Blade Putter
The Studio Select Newport landed in 2008 as Scotty Cameron's answer to golfers who wanted a milled blade they could actually dial in. This is the classic Newport shape, a compact heel-toe blade with a thin topline and a squared-off leading edge, milled from 303 stainless steel. If you learned to putt on a traditional blade and never saw a reason to change, this head will feel like coming home.
What set the Studio Select line apart was the sole. Cameron machined two removable weights into the bottom of the head, so the putter could be tuned to your length and stroke instead of arriving as a one-size guess. Heavier weights for longer shafts, lighter for shorter, all hidden under the sole where they don't distract you at address. The finish was the muted, glare-free look Cameron used through this era, easy on the eyes in bright sun.
This is a full toe hang blade, which tells you most of what you need to know about who should be gaming it. The face wants to open going back and close coming through. Fight that with a straight-back-straight-through stroke and you'll spend the round fighting the putter. Let it swing on its natural arc and it rewards you with a soft, solid roll and the kind of feedback only milled stainless gives you.
Design
The head is milled from a solid block of 303 stainless steel, and you feel that at impact. The face has Cameron's mid-milled texture, so contact is soft without going mushy, and mishits toward the heel or toe still tell you where you missed. There is a single thin sightline on the flange and nothing else. No wide alignment channels, no contrasting colors, just a line and the topline to frame the ball. The two-weight sole system is the design story here. Cameron matched weight to shaft length at the factory, but the weights are removable, so a fitter can adjust head feel to your tempo. Full toe hang comes from the heel-shafted, plumber's neck hosel, which puts the shaft axis well toward the heel and lets the toe hang straight down when you balance it on a finger. That geometry is built for a player with a noticeable arc, not a straight stroke.
Who It's For
- You have a moderate to strong arc in your stroke and want a putter that works with that motion instead of against it.
- You prefer a compact traditional blade and find modern mallets bulky or distracting at address.
- Feel matters more to you than forgiveness, and you want milled stainless feedback on every strike.
- You want a head that can be weight-tuned to your shaft length rather than a fixed off-the-rack spec.
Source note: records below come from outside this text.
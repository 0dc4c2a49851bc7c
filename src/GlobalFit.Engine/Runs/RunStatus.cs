using System.Collections.Immutable;
using System.Text.Json;
using System.Text.Json.Serialization;
using GlobalFit.Physics.Files;

namespace GlobalFit.Engine.Runs;

/// <summary>Where a run stands, as kept in <c>RUN/status.json</c> (rewritten atomically after every iteration and when
/// the run ends). <c>status</c> reads it; whether the run is alive is decided by the lock, not by this file.
/// <c>status --json</c> prints this same record (<see cref="ToJson"/>), with the live state, the run folder and the
/// stored samples filled in, so the two share one schema.</summary>
public sealed record RunStatus
{
    /// <summary><c>running</c>, <c>completed</c>, <c>interrupted</c> or <c>failed</c>.</summary>
    [JsonPropertyName("state")] public required string State { get; init; }

    /// <summary>The run folder (as the writing process saw it).</summary>
    [JsonPropertyName("run")] public string Run { get; init; } = "";

    /// <summary>Process id of the process that wrote the file.</summary>
    [JsonPropertyName("pid")] public int ProcessId { get; init; }

    /// <summary>Iterations completed.</summary>
    [JsonPropertyName("iteration")] public long Iteration { get; init; }

    /// <summary>Iterations the run will do.</summary>
    [JsonPropertyName("iterations_total")] public long TotalIterations { get; init; }

    /// <summary>Iteration of the newest checkpoint.</summary>
    [JsonPropertyName("checkpoint_iteration")] public long CheckpointIteration { get; init; }

    /// <summary>When the file was written (UTC, written with a <c>Z</c>).</summary>
    [JsonPropertyName("updated_utc")]
    [JsonConverter(typeof(UtcTimeConverter))]
    public DateTimeOffset UpdatedUtc { get; init; }

    /// <summary>Wall time of the last iteration.</summary>
    [JsonPropertyName("last_iteration_s")] public double LastIterationSeconds { get; init; }

    /// <summary>Sources held per class.</summary>
    [JsonPropertyName("sources")] public ImmutableSortedDictionary<string, int> SourcesPerClass { get; init; } = ImmutableSortedDictionary<string, int>.Empty;

    /// <summary>Posterior samples stored per class; null in the file (counting reads every sample file), filled in by
    /// <c>status</c>.</summary>
    [JsonPropertyName("samples_stored")] public ImmutableSortedDictionary<string, long>? SamplesStored { get; init; }

    /// <summary>Slowest worker of each stage in the last iteration, slowest first.</summary>
    [JsonPropertyName("slowest_workers")] public ImmutableArray<SlowWorker> SlowestWorkers { get; init; } = [];

    /// <summary>Why the run stopped, for a failure.</summary>
    [JsonPropertyName("message")] public string Message { get; init; } = "";

    private static readonly JsonSerializerOptions Options = new() { WriteIndented = true };

    private static readonly JsonSerializerOptions CompactOptions = new() { WriteIndented = false };

    /// <summary>The record as one line of JSON, in the schema of the file.</summary>
    public string ToJson() => JsonSerializer.Serialize(this, CompactOptions);

    /// <summary>Writes the file atomically.</summary>
    public void Write(RunFolderLayout layout)
    {
        ArgumentNullException.ThrowIfNull(layout);
        AtomicFile.Write(layout.StatusFile, overwrite: true, stream => JsonSerializer.Serialize(stream, this, Options));
    }

    /// <summary>Reads the file, or null when there is none.</summary>
    /// <exception cref="InvalidInputException">The file is not a status file.</exception>
    public static RunStatus? Read(RunFolderLayout layout)
    {
        ArgumentNullException.ThrowIfNull(layout);
        if (!File.Exists(layout.StatusFile)) return null;
        try
        {
            return JsonSerializer.Deserialize<RunStatus>(File.ReadAllText(layout.StatusFile), Options)
                ?? throw new InvalidInputException(layout.StatusFile, null, "empty status file");
        }
        catch (JsonException e)
        {
            throw new InvalidInputException(layout.StatusFile, e.LineNumber is { } line ? $"line {line + 1}" : null, $"not a status file: {e.Message}");
        }
    }
}

/// <summary>Writes times as <see cref="UtcText"/> does (<c>2026-12-05T09:08:14Z</c>), reads any ISO 8601 form.</summary>
internal sealed class UtcTimeConverter : JsonConverter<DateTimeOffset>
{
    public override DateTimeOffset Read(ref Utf8JsonReader reader, Type typeToConvert, JsonSerializerOptions options) =>
        DateTimeOffset.Parse(reader.GetString() ?? "", System.Globalization.CultureInfo.InvariantCulture, System.Globalization.DateTimeStyles.AssumeUniversal);

    public override void Write(Utf8JsonWriter writer, DateTimeOffset value, JsonSerializerOptions options) =>
        writer.WriteStringValue(UtcText.Format(value));
}

/// <summary>A stage's slowest worker.</summary>
/// <param name="WorkerId">The worker.</param>
/// <param name="ComputeMs">Its compute time.</param>
public sealed record SlowWorker([property: JsonPropertyName("worker")] string WorkerId, [property: JsonPropertyName("compute_ms")] double ComputeMs);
- A minimal single sightline is all the alignment help you want or need.
Technology
About Scotty Cameron
Scotty Cameron putters are CNC milled from a single block of steel in Carlsbad, California. The attention to detail in weight distribution, sole geometry, and face milling creates a feel that's considered the benchmark in professional golf.
Specifications
| Brand | Scotty Cameron |
| Model | Studio Select Newport |
| Year | 2008 |
| Type | Blade |
| Toe hang | Full toe hang |
| Alignment aid | No |
Frequently Asked Questions
- What is the toe hang on the Studio Select Newport?
- Full toe hang. The plumber's neck hosel is heel-shafted, so the toe points straight down when you balance the putter on your finger. That makes it a fit for players with a distinct arc in their stroke and a poor match for anyone who putts straight back and straight through.
- Does the Studio Select Newport have adjustable weights?
- Yes. It uses Cameron's two-weight sole system, with a pair of removable weights machined into the bottom of the head. Cameron set them to match shaft length at the factory, but a fitter can swap them to tune head feel to your stroke.
- How is the Studio Select Newport different from the Newport 2?
- The Newport is a true compact blade with a smaller flange. The Newport 2 carries a slightly larger footprint and a bit more flange behind the face, which some players read as easier to line up. Both share the same milled construction and full toe hang setup in this generation.
- What is the Studio Select Newport made of?
- The head is milled from 303 stainless steel. The face has Cameron's mid-milled pattern, which gives a soft but solid feel and honest feedback on where you struck the ball.
- Is the Studio Select Newport good for beginners?
- Not really. It is a small blade with full toe hang and no alignment aid beyond a single sightline, so it rewards a repeatable arced stroke and consistent contact. A beginner is usually better served by a larger, more forgiving mallet with a face-balanced setup.